[Record set Boundary: Start]

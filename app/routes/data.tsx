/**
 * /data — measured concentration–time datasets: upload a CSV, map its columns (time, species,
 * units, temperature), see row-level errors with line numbers, and list what is stored.
 */
import { useMemo, useState } from "react";
import { Form, Link, redirect, useNavigation } from "react-router";
import type { Route } from "./+types/data";
import { requireUser } from "~/auth/current-user.server";
import { assertCsrf } from "~/auth/csrf.server";
import { can } from "~/auth/policy.server";
import { CsrfInput } from "~/components/CsrfInput";
import { guessConcentrationUnit, isTemperatureColumn, readTemperature, type ConcentrationUnit } from "~/components/workbench/dataset-headers";
import { DatasetMetaSchema, MappingSchema, applyMapping, datasetTemperatureProblem, guessMapping, guessTimeUnit, parseCsv, type Mapping, type RowError } from "~/components/workbench/dataset-csv";
import { getDb } from "../../db/client.server";
import { mechanismReadable } from "../../db/access/mechanisms.server";
import { createDataset, listDatasets } from "../../db/access/datasets.server";
import { unitText } from "~/components/units-text";

export function meta(): Route.MetaDescriptors {
  return [{ title: "Measured data · Saddlebook" }];
}

export async function loader({ request }: Route.LoaderArgs) {
  const user = await requireUser(request);
  const list = await listDatasets(getDb(), user);
  return {
    canCreate: can(user, { do: "dataset.create" }),
    datasets: list.map((d) => ({
      id: d.id,
      name: d.name,
      owner: d.ownerId === user.id ? "you" : (d.ownerName ?? ""),
      temperatureK: d.temperatureK,
      species: Object.values(d.mapping.species),
      rowCount: d.rowCount,
      timeUnit: d.timeUnit,
      concentrationUnit: d.concentrationUnit,
      createdAt: d.createdAt.toISOString(),
    })),
  };
}

type ActionData = { message: string; errors: RowError[]; fields: Record<string, string> };

export async function action({ request }: Route.ActionArgs): Promise<ActionData | Response> {
  const user = await requireUser(request);
  const form = await request.formData();
  await assertCsrf(request, form);
  if (!can(user, { do: "dataset.create" })) return { message: "Your role does not allow uploading datasets (authors and above may).", errors: [], fields: {} };
  const text = String(form.get("csv") ?? "");
  const csv = parseCsv(text);
  if (!csv.ok) return { message: csv.message, errors: [], fields: { csv: csv.message } };
  const meta = DatasetMetaSchema.safeParse({
    name: form.get("name"),
    notes: form.get("notes") || undefined,
    temperature: form.get("temperature"),
    temperatureUnit: form.get("temperatureUnit"),
    timeUnit: form.get("timeUnit"),
    concentrationUnit: form.get("concentrationUnit"),
    mechanismId: form.get("mechanismId") || undefined,
  });
  if (!meta.success) {
    const fields: Record<string, string> = {};
    for (const iss of meta.error.issues) fields[String(iss.path[0])] ??= iss.message;
    return { message: Object.values(fields)[0], errors: [], fields };
  }
  let mappingRaw: unknown;
  try {
    mappingRaw = JSON.parse(String(form.get("mapping") ?? "{}"));
  } catch {
    return { message: "The column mapping could not be read; choose the columns again.", errors: [], fields: { mapping: "unreadable" } };
  }
  const mapping = MappingSchema.safeParse(mappingRaw);
  if (!mapping.success) return { message: mapping.error.issues[0].message, errors: [], fields: { mapping: mapping.error.issues[0].message } };
  const mapped = applyMapping(csv.value, mapping.data);
  if (!mapped.ok) return { message: mapped.message, errors: mapped.errors, fields: { csv: mapped.message } };
  const m = meta.data;
  const TK = m.temperatureUnit === "degC" ? m.temperature + 273.15 : m.temperature;
  const badT = datasetTemperatureProblem(TK);
  if (badT) return { message: badT.message, errors: [], fields: { temperature: badT.field } };
  if (m.mechanismId !== undefined && !(await mechanismReadable(getDb(), user, m.mechanismId))) {
    return { message: `There is no mechanism ${m.mechanismId} that you can see.`, errors: [], fields: { mechanismId: "no such mechanism" } };
  }
  const id = await createDataset(getDb(), {
    ownerId: user.id,
    name: m.name,
    notes: m.notes ?? null,
    mechanismId: m.mechanismId ?? null,
    temperatureK: TK,
    timeUnit: m.timeUnit,
    concentrationUnit: m.concentrationUnit,
    mapping: mapping.data,
    rows: mapped.value,
    sourceFilename: String(form.get("filename") ?? "") || null,
  });
  return redirect(`/data/${id}`);
}

export default function DataPage({ loaderData, actionData }: Route.ComponentProps) {
  const { datasets, canCreate } = loaderData;
  const a = actionData as ActionData | undefined;
  return (
    <div className="space-y-5">
      <div className="flex flex-wrap items-center gap-3">
        <h1 className="text-2xl font-semibold tracking-tight">Measured data</h1>
        <Link to="/analysis" className="btn-quiet ml-auto">
          k(T) table → activation parameters
        </Link>
      </div>
      {canCreate && <Upload actionData={a} />}
      <section className="panel overflow-x-auto">
        <h2 className="font-semibold">Datasets</h2>
        {datasets.length === 0 ? (
          <p className="mt-1 text-sm text-ink-600">No datasets uploaded yet.</p>
        ) : (
          <table className="mt-2 w-full text-sm" data-testid="dataset-list">
            <thead className="text-left text-xs text-ink-500">
              <tr>
                <th className="py-1 pr-2">Name</th>
                <th className="pr-2">Species</th>
                <th className="pr-2">T / K</th>
                <th className="pr-2">Rows</th>
                <th className="pr-2">Units</th>
                <th className="pr-2">Owner</th>
              </tr>
            </thead>
            <tbody>
              {datasets.map((d) => (
                <tr key={d.id} className="border-t border-ink-100">
                  <td className="py-1 pr-2">
                    <Link to={`/data/${d.id}`} className="font-medium underline decoration-ink-300 hover:decoration-copper-500">
                      {d.name}
                    </Link>
                  </td>
                  <td className="pr-2">{d.species.join(", ")}</td>
                  <td className="num pr-2">{Number(d.temperatureK.toPrecision(6))}</td>
                  <td className="num pr-2">{d.rowCount}</td>
                  <td className="pr-2">
                    {d.timeUnit}, {unitText(d.concentrationUnit)}
                  </td>
                  <td className="pr-2">{d.owner}</td>
                </tr>
              ))}
            </tbody>
          </table>
        )}
      </section>
    </div>
  );
}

[Record set Boundary: End]

Every record is to be repeated exactly as it stands above.

filename app/routes/data.tsx
/**
 * /data — measured concentration–time datasets: upload a CSV, map its columns (time, species,
 * units, temperature), see row-level errors with line numbers, and list what is stored.
 */
import { useMemo, useState } from "react";
import { Form, Link, redirect, useNavigation } from "react-router";
import type { Route } from "./+types/data";
import { requireUser } from "~/auth/current-user.server";
import { assertCsrf } from "~/auth/csrf.server";
import { can } from "~/auth/policy.server";
import { CsrfInput } from "~/components/CsrfInput";
import { guessConcentrationUnit, isTemperatureColumn, readTemperature, type ConcentrationUnit } from "~/components/workbench/dataset-headers";
import { DatasetMetaSchema, MappingSchema, applyMapping, datasetTemperatureProblem, guessMapping, guessTimeUnit, parseCsv, type Mapping, type RowError } from "~/components/workbench/dataset-csv";
import { getDb } from "../../db/client.server";
import { mechanismReadable } from "../../db/access/mechanisms.server";
import { createDataset, listDatasets } from "../../db/access/datasets.server";
import { unitText } from "~/components/units-text";

export function meta(): Route.MetaDescriptors {
  return [{ title: "Measured data · Saddlebook" }];
}

export async function loader({ request }: Route.LoaderArgs) {
  const user = await requireUser(request);
  const list = await listDatasets(getDb(), user);
  return {
    canCreate: can(user, { do: "dataset.create" }),
    datasets: list.map((d) => ({
      id: d.id,
      name: d.name,
      owner: d.ownerId === user.id ? "you" : (d.ownerName ?? ""),
      temperatureK: d.temperatureK,
      species: Object.values(d.mapping.species),
      rowCount: d.rowCount,
      timeUnit: d.timeUnit,
      concentrationUnit: d.concentrationUnit,
      createdAt: d.createdAt.toISOString(),
    })),
  };
}

type ActionData = { message: string; errors: RowError[]; fields: Record<string, string> };

export async function action({ request }: Route.ActionArgs): Promise<ActionData | Response> {
  const user = await requireUser(request);
  const form = await request.formData();
  await assertCsrf(request, form);
  if (!can(user, { do: "dataset.create" })) return { message: "Your role does not allow uploading datasets (authors and above may).", errors: [], fields: {} };
  const text = String(form.get("csv") ?? "");
  const csv = parseCsv(text);
  if (!csv.ok) return { message: csv.message, errors: [], fields: { csv: csv.message } };
  const meta = DatasetMetaSchema.safeParse({
    name: form.get("name"),
    notes: form.get("notes") || undefined,
    temperature: form.get("temperature"),
    temperatureUnit: form.get("temperatureUnit"),
    timeUnit: form.get("timeUnit"),
    concentrationUnit: form.get("concentrationUnit"),
    mechanismId: form.get("mechanismId") || undefined,
  });
  if (!meta.success) {
    const fields: Record<string, string> = {};
    for (const iss of meta.error.issues) fields[String(iss.path[0])] ??= iss.message;
    return { message: Object.values(fields)[0], errors: [], fields };
  }
  let mappingRaw: unknown;
  try {
    mappingRaw = JSON.parse(String(form.get("mapping") ?? "{}"));
  } catch {
    return { message: "The column mapping could not be read; choose the columns again.", errors: [], fields: { mapping: "unreadable" } };
  }
  const mapping = MappingSchema.safeParse(mappingRaw);
  if (!mapping.success) return { message: mapping.error.issues[0].message, errors: [], fields: { mapping: mapping.error.issues[0].message } };
  const mapped = applyMapping(csv.value, mapping.data);
  if (!mapped.ok) return { message: mapped.message, errors: mapped.errors, fields: { csv: mapped.message } };
  const m = meta.data;
  const TK = m.temperatureUnit === "degC" ? m.temperature + 273.15 : m.temperature;
  const badT = datasetTemperatureProblem(TK);
  if (badT) return { message: badT.message, errors: [], fields: { temperature: badT.field } };
  if (m.mechanismId !== undefined && !(await mechanismReadable(getDb(), user, m.mechanismId))) {
    return { message: `There is no mechanism ${m.mechanismId} that you can see.`, errors: [], fields: { mechanismId: "no such mechanism" } };
  }
  const id = await createDataset(getDb(), {
    ownerId: user.id,
    name: m.name,
    notes: m.notes ?? null,
    mechanismId: m.mechanismId ?? null,
    temperatureK: TK,
    timeUnit: m.timeUnit,
    concentrationUnit: m.concentrationUnit,
    mapping: mapping.data,
    rows: mapped.value,
    sourceFilename: String(form.get("filename") ?? "") || null,
  });
  return redirect(`/data/${id}`);
}

export default function DataPage({ loaderData, actionData }: Route.ComponentProps) {
  const { datasets, canCreate } = loaderData;
  const a = actionData as ActionData | undefined;
  return (
    <div className="space-y-5">
      <div className="flex flex-wrap items-center gap-3">
        <h1 className="text-2xl font-semibold tracking-tight">Measured data</h1>
        <Link to="/analysis" className="btn-quiet ml-auto">
          k(T) table → activation parameters
        </Link>
      </div>
      {canCreate && <Upload actionData={a} />}
      <section className="panel overflow-x-auto">
        <h2 className="font-semibold">Datasets</h2>
        {datasets.length === 0 ? (
          <p className="mt-1 text-sm text-ink-600">No datasets uploaded yet.</p>
        ) : (
          <table className="mt-2 w-full text-sm" data-testid="dataset-list">
            <thead className="text-left text-xs text-ink-500">
              <tr>
                <th className="py-1 pr-2">Name</th>
                <th className="pr-2">Species</th>
                <th className="pr-2">T / K</th>
                <th className="pr-2">Rows</th>
                <th className="pr-2">Units</th>
                <th className="pr-2">Owner</th>
              </tr>
            </thead>
            <tbody>
              {datasets.map((d) => (
                <tr key={d.id} className="border-t border-ink-100">
                  <td className="py-1 pr-2">
                    <Link to={`/data/${d.id}`} className="font-medium underline decoration-ink-300 hover:decoration-copper-500">
                      {d.name}
                    </Link>
                  </td>
                  <td className="pr-2">{d.species.join(", ")}</td>
                  <td className="num pr-2">{Number(d.temperatureK.toPrecision(6))}</td>
                  <td className="num pr-2">{d.rowCount}</td>
                  <td className="pr-2">
                    {d.timeUnit}, {unitText(d.concentrationUnit)}
                  </td>
                  <td className="pr-2">{d.owner}</td>
                </tr>
              ))}
            </tbody>
          </table>
        )}
      </section>
    </div>
  );
}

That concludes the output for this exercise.